● What to work on
Could you retype, exactly as written, every line from the top of the records through the line that contains "Connectivity MS5611-01BA03 data"?

● Source data
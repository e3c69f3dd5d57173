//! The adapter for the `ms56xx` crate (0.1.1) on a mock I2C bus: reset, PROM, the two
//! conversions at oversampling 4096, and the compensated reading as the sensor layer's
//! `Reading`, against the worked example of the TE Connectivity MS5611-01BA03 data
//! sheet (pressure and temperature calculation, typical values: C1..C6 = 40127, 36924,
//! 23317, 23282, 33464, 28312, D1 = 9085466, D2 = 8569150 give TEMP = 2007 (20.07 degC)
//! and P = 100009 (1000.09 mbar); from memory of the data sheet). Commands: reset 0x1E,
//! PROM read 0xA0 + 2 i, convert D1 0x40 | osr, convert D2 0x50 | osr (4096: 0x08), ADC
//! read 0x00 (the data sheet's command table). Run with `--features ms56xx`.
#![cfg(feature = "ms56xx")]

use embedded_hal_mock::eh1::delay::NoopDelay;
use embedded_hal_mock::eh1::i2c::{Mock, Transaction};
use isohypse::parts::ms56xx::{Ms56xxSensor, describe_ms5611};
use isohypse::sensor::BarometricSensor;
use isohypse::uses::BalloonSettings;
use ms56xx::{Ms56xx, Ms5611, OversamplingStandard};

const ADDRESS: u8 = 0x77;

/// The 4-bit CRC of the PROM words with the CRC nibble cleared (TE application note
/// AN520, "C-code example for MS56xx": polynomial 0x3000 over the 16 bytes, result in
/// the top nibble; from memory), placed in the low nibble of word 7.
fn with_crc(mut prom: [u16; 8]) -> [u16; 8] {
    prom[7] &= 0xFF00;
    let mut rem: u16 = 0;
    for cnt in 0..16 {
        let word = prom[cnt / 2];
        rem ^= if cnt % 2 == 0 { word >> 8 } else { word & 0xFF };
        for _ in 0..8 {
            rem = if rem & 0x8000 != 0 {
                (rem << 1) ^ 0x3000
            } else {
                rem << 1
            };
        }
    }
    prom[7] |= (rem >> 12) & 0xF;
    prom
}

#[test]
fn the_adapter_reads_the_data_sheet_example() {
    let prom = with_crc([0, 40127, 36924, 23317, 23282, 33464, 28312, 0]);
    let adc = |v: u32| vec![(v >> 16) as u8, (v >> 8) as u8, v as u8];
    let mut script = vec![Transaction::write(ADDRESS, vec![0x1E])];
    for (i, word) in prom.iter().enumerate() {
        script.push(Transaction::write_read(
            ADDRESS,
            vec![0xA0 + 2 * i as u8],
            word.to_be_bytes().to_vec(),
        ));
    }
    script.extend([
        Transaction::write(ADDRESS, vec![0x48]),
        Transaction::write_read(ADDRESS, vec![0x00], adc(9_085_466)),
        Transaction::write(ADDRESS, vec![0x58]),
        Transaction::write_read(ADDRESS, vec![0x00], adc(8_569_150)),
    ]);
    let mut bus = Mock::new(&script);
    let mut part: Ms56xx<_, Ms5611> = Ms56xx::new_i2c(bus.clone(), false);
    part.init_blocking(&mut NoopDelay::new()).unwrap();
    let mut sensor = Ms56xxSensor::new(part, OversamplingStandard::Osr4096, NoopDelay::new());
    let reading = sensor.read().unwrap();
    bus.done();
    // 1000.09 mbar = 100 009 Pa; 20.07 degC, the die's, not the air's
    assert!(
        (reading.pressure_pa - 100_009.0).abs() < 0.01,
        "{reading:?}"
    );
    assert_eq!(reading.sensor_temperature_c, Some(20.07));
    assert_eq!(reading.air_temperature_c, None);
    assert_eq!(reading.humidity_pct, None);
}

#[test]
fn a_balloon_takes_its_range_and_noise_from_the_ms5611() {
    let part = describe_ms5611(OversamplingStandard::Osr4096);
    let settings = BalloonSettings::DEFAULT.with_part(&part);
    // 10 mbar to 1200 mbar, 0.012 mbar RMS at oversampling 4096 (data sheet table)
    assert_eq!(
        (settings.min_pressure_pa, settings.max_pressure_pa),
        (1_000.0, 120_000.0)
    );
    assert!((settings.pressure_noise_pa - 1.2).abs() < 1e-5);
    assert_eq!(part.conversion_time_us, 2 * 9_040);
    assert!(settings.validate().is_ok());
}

● Solved exercise
repository e3c69f3dd5d57173
//! The adapter for the `ms56xx` crate (0.1.1) on a mock I2C bus: reset, PROM, the two
//! conversions at oversampling 4096, and the compensated reading as the sensor layer's
//! `Reading`, against the worked example of the TE Connectivity MS5611-01BA03 data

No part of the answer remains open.